AIM OF THE TASK — Start at the first record below and retype through the last, exactly.

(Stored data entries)
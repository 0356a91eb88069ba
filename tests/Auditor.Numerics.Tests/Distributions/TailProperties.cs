using Auditor.Numerics.Distributions;
using CsCheck;

namespace Auditor.Numerics.Tests.Distributions;

/// <summary>What holds for every argument, over ranges far wider than any regression needs.</summary>
public sealed class TailProperties
{
    private const int Cases = 2000;
    private const int NoncentralCases = 400; // some cost milliseconds

    private static readonly Gen<double> Df1 = Scale(0.5, 5000);
    private static readonly Gen<double> Df2 = Scale(0.5, 1e10);
    private static readonly Gen<double> F = Scale(1e-12, 1e12);
    private static readonly Gen<double> Lambda = Scale(1e-12, 1e7);

    [Fact]
    public void Survival_and_cumulative_add_up_to_1() =>
        Gen.Select(F, Df1, Df2).Sample((f, df1, df2) =>
            Math.Abs(FisherF.Survival(f, df1, df2) + FisherF.Cumulative(f, df1, df2) - 1) < 1e-14, iter: Cases);

    [Fact]
    public void Log_survival_is_the_logarithm_of_survival() =>
        Gen.Select(F, Df1, Df2).Sample((f, df1, df2) =>
        {
            double survival = FisherF.Survival(f, df1, df2);
            double log = FisherF.LogSurvival(f, df1, df2);
            return survival < 1e-300 ? log < -690 : Math.Abs(Math.Log(survival) - log) < 1e-13 * Math.Max(1, -log);
        }, iter: Cases);

    [Fact]
    public void Log_survival_falls_in_f() =>
        Gen.Select(F, Gen.Double[1e-6, 3], Df1, Df2).Sample((f, more, df1, df2) =>
        {
            double before = FisherF.LogSurvival(f, df1, df2);
            double after = FisherF.LogSurvival(f * (1 + more), df1, df2);
            return after <= before && (before > -1e-300 || after < before);
        }, iter: Cases);

    [Fact]
    public void Quantile_is_the_inverse_of_survival() =>
        Gen.Select(Scale(1e-290, 0.9999), Df1, Df2).Sample((p, df1, df2) =>
        {
            double f = FisherF.UpperQuantile(p, df1, df2);
            return double.IsInfinity(f) || Math.Abs((FisherF.Survival(f, df1, df2) / p) - 1) < 1e-10;
        }, iter: Cases);

    [Fact]
    public void Exchanging_the_degrees_of_freedom_inverts_f() =>
        Gen.Select(Scale(1e-3, 1e3), Df1, Df1).Sample((f, df1, df2) =>
            Math.Abs((FisherF.Survival(f, df1, df2) / FisherF.Cumulative(1 / f, df2, df1)) - 1) < 1e-10
            || FisherF.Survival(f, df1, df2) < 1e-300, iter: Cases);

    [Fact]
    public void Squared_t_is_F() =>
        Gen.Select(Scale(1e-6, 1e6), Df2).Sample((t, df) =>
            StudentT.TwoSided(t, df) == FisherF.Survival(t * t, 1, df) && StudentT.TwoSided(-t, df) == StudentT.TwoSided(t, df), iter: Cases);

    [Fact]
    public void Squared_t_quantile_is_the_F_quantile() =>
        Gen.Select(Scale(1e-30, 0.49), Df2).Sample((p, df) =>
        {
            double t = StudentT.UpperQuantile(p, df);
            return double.IsInfinity(t * t) || Math.Abs((t * t / FisherF.UpperQuantile(2 * p, 1, df)) - 1) < 1e-12;
        }, iter: Cases);

    [Fact]
    public void Noncentral_survival_and_cumulative_add_up_to_1() =>
        Gen.Select(F, Df1, Df2, Lambda).Sample((f, df1, df2, lambda) =>
            Math.Abs(NoncentralF.Survival(f, df1, df2, lambda) + NoncentralF.Cumulative(f, df1, df2, lambda) - 1) < 1e-11, iter: NoncentralCases);

    /// <summary>F' near where it lies, so that neither tail is trivial.</summary>
    [Fact]
    public void Noncentral_tails_near_the_mean_add_up_to_1() =>
        Gen.Select(Gen.Double[0.5, 2], Df1, Df2, Scale(1e-3, 1e12)).Sample((share, df1, df2, lambda) =>
        {
            double f = share * (1 + (lambda / df1));
            return Math.Abs(NoncentralF.Survival(f, df1, df2, lambda) + NoncentralF.Cumulative(f, df1, df2, lambda) - 1) < 1e-11;
        }, iter: NoncentralCases);

    [Fact]
    public void Noncentral_cumulative_falls_in_lambda_and_grows_in_f() =>
        Gen.Select(F, Df1, Df2, Lambda, Gen.Double[1e-3, 2]).Sample((f, df1, df2, lambda, more) =>
        {
            double here = NoncentralF.Cumulative(f, df1, df2, lambda);
            return NoncentralF.Cumulative(f, df1, df2, lambda * (1 + more)) <= here * (1 + 1e-11)
                && NoncentralF.Cumulative(f * (1 + more), df1, df2, lambda) >= here * (1 - 1e-11);
        }, iter: NoncentralCases);

    [Fact]
    public void Noncentral_survival_grows_in_lambda_and_falls_in_f() =>
        Gen.Select(F, Df1, Df2, Lambda, Gen.Double[1e-3, 2]).Sample((f, df1, df2, lambda, more) =>
        {
            double here = NoncentralF.Survival(f, df1, df2, lambda);
            return NoncentralF.Survival(f, df1, df2, lambda * (1 + more)) >= here * (1 - 1e-11)
                && NoncentralF.Survival(f * (1 + more), df1, df2, lambda) <= here * (1 + 1e-11);
        }, iter: NoncentralCases);

    /// <summary>Up to noncentralities of 1e8: beyond, the rounding of lambda alone moves a small probability by more than 1e-10.</summary>
    [Fact]
    public void Noncentrality_has_the_cumulative_asked_for_or_is_0() =>
        Gen.Select(Scale(1e-4, 1e4), Df1, Df2, Scale(1e-200, 0.999)).Sample((f, df1, df2, p) =>
        {
            double? lambda = NoncentralF.Noncentrality(f, df1, df2, p);
            return lambda is 0 ? FisherF.Cumulative(f, df1, df2) <= p : Math.Abs((NoncentralF.Cumulative(f, df1, df2, lambda ?? double.NaN) / p) - 1) < 1e-10;
        }, iter: NoncentralCases);

    [Fact]
    public void Noncentrality_for_power_has_the_power_asked_for_or_is_0() =>
        Gen.Select(Scale(1e-4, 1e4), Df1, Df2, Scale(1e-200, 0.999)).Sample((f, df1, df2, p) =>
        {
            double? lambda = NoncentralF.NoncentralityForPower(f, df1, df2, p);
            return lambda is 0 ? FisherF.Survival(f, df1, df2) >= p : Math.Abs((NoncentralF.Survival(f, df1, df2, lambda ?? double.NaN) / p) - 1) < 1e-10;
        }, iter: NoncentralCases);

    /// <summary>Spread evenly over the logarithm.</summary>
    private static Gen<double> Scale(double low, double high) => Gen.Double[Math.Log(low), Math.Log(high)].Select(Math.Exp);
}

COMPLETED TASK —
repository 0356a91eb88069ba
filename tests/Auditor.Numerics.Tests/Distributions/TailProperties.cs
using Auditor.Numerics.Distributions;
using CsCheck;

namespace Auditor.Numerics.Tests.Distributions;

/// <summary>What holds for every argument, over ranges far wider than any regression needs.</summary>
public sealed class TailProperties
{
    private const int Cases = 2000;
    private const int NoncentralCases = 400; // some cost milliseconds

    private static readonly Gen<double> Df1 = Scale(0.5, 5000);
    private static readonly Gen<double> Df2 = Scale(0.5, 1e10);
    private static readonly Gen<double> F = Scale(1e-12, 1e12);
    private static readonly Gen<double> Lambda = Scale(1e-12, 1e7);

    [Fact]
    public void Survival_and_cumulative_add_up_to_1() =>
        Gen.Select(F, Df1, Df2).Sample((f, df1, df2) =>
            Math.Abs(FisherF.Survival(f, df1, df2) + FisherF.Cumulative(f, df1, df2) - 1) < 1e-14, iter: Cases);

    [Fact]
    public void Log_survival_is_the_logarithm_of_survival() =>
        Gen.Select(F, Df1, Df2).Sample((f, df1, df2) =>
        {
            double survival = FisherF.Survival(f, df1, df2);
            double log = FisherF.LogSurvival(f, df1, df2);
            return survival < 1e-300 ? log < -690 : Math.Abs(Math.Log(survival) - log) < 1e-13 * Math.Max(1, -log);
        }, iter: Cases);

    [Fact]
    public void Log_survival_falls_in_f() =>
        Gen.Select(F, Gen.Double[1e-6, 3], Df1, Df2).Sample((f, more, df1, df2) =>
        {
            double before = FisherF.LogSurvival(f, df1, df2);
            double after = FisherF.LogSurvival(f * (1 + more), df1, df2);
            return after <= before && (before > -1e-300 || after < before);
        }, iter: Cases);

    [Fact]
    public void Quantile_is_the_inverse_of_survival() =>
        Gen.Select(Scale(1e-290, 0.9999), Df1, Df2).Sample((p, df1, df2) =>
        {
            double f = FisherF.UpperQuantile(p, df1, df2);
            return double.IsInfinity(f) || Math.Abs((FisherF.Survival(f, df1, df2) / p) - 1) < 1e-10;
        }, iter: Cases);

    [Fact]
    public void Exchanging_the_degrees_of_freedom_inverts_f() =>
        Gen.Select(Scale(1e-3, 1e3), Df1, Df1).Sample((f, df1, df2) =>
            Math.Abs((FisherF.Survival(f, df1, df2) / FisherF.Cumulative(1 / f, df2, df1)) - 1) < 1e-10
            || FisherF.Survival(f, df1, df2) < 1e-300, iter: Cases);

    [Fact]
    public void Squared_t_is_F() =>
        Gen.Select(Scale(1e-6, 1e6), Df2).Sample((t, df) =>
            StudentT.TwoSided(t, df) == FisherF.Survival(t * t, 1, df) && StudentT.TwoSided(-t, df) == StudentT.TwoSided(t, df), iter: Cases);

    [Fact]
    public void Squared_t_quantile_is_the_F_quantile() =>
        Gen.Select(Scale(1e-30, 0.49), Df2).Sample((p, df) =>
        {
            double t = StudentT.UpperQuantile(p, df);
            return double.IsInfinity(t * t) || Math.Abs((t * t / FisherF.UpperQuantile(2 * p, 1, df)) - 1) < 1e-12;
        }, iter: Cases);

    [Fact]
    public void Noncentral_survival_and_cumulative_add_up_to_1() =>
        Gen.Select(F, Df1, Df2, Lambda).Sample((f, df1, df2, lambda) =>
            Math.Abs(NoncentralF.Survival(f, df1, df2, lambda) + NoncentralF.Cumulative(f, df1, df2, lambda) - 1) < 1e-11, iter: NoncentralCases);

    /// <summary>F' near where it lies, so that neither tail is trivial.</summary>
    [Fact]
    public void Noncentral_tails_near_the_mean_add_up_to_1() =>
        Gen.Select(Gen.Double[0.5, 2], Df1, Df2, Scale(1e-3, 1e12)).Sample((share, df1, df2, lambda) =>
        {
            double f = share * (1 + (lambda / df1));
            return Math.Abs(NoncentralF.Survival(f, df1, df2, lambda) + NoncentralF.Cumulative(f, df1, df2, lambda) - 1) < 1e-11;
        }, iter: NoncentralCases);

    [Fact]
    public void Noncentral_cumulative_falls_in_lambda_and_grows_in_f() =>
        Gen.Select(F, Df1, Df2, Lambda, Gen.Double[1e-3, 2]).Sample((f, df1, df2, lambda, more) =>
        {
            double here = NoncentralF.Cumulative(f, df1, df2, lambda);
            return NoncentralF.Cumulative(f, df1, df2, lambda * (1 + more)) <= here * (1 + 1e-11)
                && NoncentralF.Cumulative(f * (1 + more), df1, df2, lambda) >= here * (1 - 1e-11);
        }, iter: NoncentralCases);

    [Fact]
    public void Noncentral_survival_grows_in_lambda_and_falls_in_f() =>
        Gen.Select(F, Df1, Df2, Lambda, Gen.Double[1e-3, 2]).Sample((f, df1, df2, lambda, more) =>
        {
            double here = NoncentralF.Survival(f, df1, df2, lambda);
            return NoncentralF.Survival(f, df1, df2, lambda * (1 + more)) >= here * (1 - 1e-11)
                && NoncentralF.Survival(f * (1 + more), df1, df2, lambda) <= here * (1 + 1e-11);
        }, iter: NoncentralCases);

    /// <summary>Up to noncentralities of 1e8: beyond, the rounding of lambda alone moves a small probability by more than 1e-10.</summary>
    [Fact]
    public void Noncentrality_has_the_cumulative_asked_for_or_is_0() =>
        Gen.Select(Scale(1e-4, 1e4), Df1, Df2, Scale(1e-200, 0.999)).Sample((f, df1, df2, p) =>
        {
            double? lambda = NoncentralF.Noncentrality(f, df1, df2, p);
            return lambda is 0 ? FisherF.Cumulative(f, df1, df2) <= p : Math.Abs((NoncentralF.Cumulative(f, df1, df2, lambda ?? double.NaN) / p) - 1) < 1e-10;
        }, iter: NoncentralCases);

    [Fact]
    public void Noncentrality_for_power_has_the_power_asked_for_or_is_0() =>
        Gen.Select(Scale(1e-4, 1e4), Df1, Df2, Scale(1e-200, 0.999)).Sample((f, df1, df2, p) =>
        {
            double? lambda = NoncentralF.NoncentralityForPower(f, df1, df2, p);
            return lambda is 0 ? FisherF.Survival(f, df1, df2) >= p : Math.Abs((NoncentralF.Survival(f, df1, df2, lambda ?? double.NaN) / p) - 1) < 1e-10;
        }, iter: NoncentralCases);

    /// <summary>Spread evenly over the logarithm.</summary>
    private static Gen<double> Scale(double low, double high) => Gen.Double[Math.Log(low), Math.Log(high)].Select(Math.Exp);
}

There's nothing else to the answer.